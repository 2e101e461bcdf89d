import { Logger } from '@nestjs/common';
import { simpleParser } from 'mailparser';
import type { AddressInfo } from 'node:net';
import { SMTPServer } from 'smtp-server';
import type { MailboxRepository } from './mailbox.repository.js';

const MAX_MESSAGE_BYTES = 10 * 1024 * 1024;

/** The List-* header lines (RFC 2369, RFC 8058) as received, lower-case names, values unfolded. */
function listHeaders(lines: readonly { key: string; line: string }[]): Record<string, string> {
  const kept = lines.filter((h) => h.key.startsWith('list-'));
  return Object.fromEntries(
    kept.map((h) => [
      h.key,
      h.line
        .slice(h.line.indexOf(':') + 1)
        .replace(/\r?\n[ \t]+/g, ' ')
        .trim(),
    ]),
  );
}

/** The stand-in for a mail server: an SMTP server on loopback that keeps every message it receives. */
export class LocalMailboxServer {
  private readonly logger = new Logger('LocalMailbox');
  private server: SMTPServer | null = null;
  port = 0;

  constructor(private readonly mailbox: MailboxRepository) {}

  async start(port: number): Promise<number> {
    this.server = new SMTPServer({
      authOptional: true,
      disabledCommands: ['STARTTLS', 'AUTH'],
      size: MAX_MESSAGE_BYTES,
      banner: 'Linkloom local mailbox',
      logger: false,
      onData: (stream, session, callback) => {
        simpleParser(stream)
          .then((mail) =>
            this.mailbox.insert({
              messageId: mail.messageId ?? null,
              fromAddress: mail.from?.text ?? (session.envelope.mailFrom ? session.envelope.mailFrom.address : ''),
              toAddresses: session.envelope.rcptTo.map((r) => r.address),
              subject: mail.subject ?? '',
              text: mail.text ?? '',
              html: typeof mail.html === 'string' ? mail.html : '',
              headers: listHeaders(mail.headerLines),
              bytes: 0,
            }),
          )
          .then(
            () => callback(),
            (error: Error) => callback(error),
          );
      },
    });
    await new Promise<void>((resolve, reject) => {
      this.server!.once('error', reject);
      this.server!.listen(port, '127.0.0.1', () => resolve());
    });
    this.port = (this.server as unknown as { server: { address(): AddressInfo } }).server.address().port;
    this.logger.log(`Local mailbox listening on 127.0.0.1:${this.port}; admins read it in the app under Mail.`);
    return this.port;
  }

  async stop(): Promise<void> {
    if (!this.server) return;
    await new Promise<void>((resolve) => this.server!.close(() => resolve()));
    this.server = null;
  }
}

== Exercise prompt ==
Go through the entries above and count the lines containing "error". Give the number only.

== The answer ==
2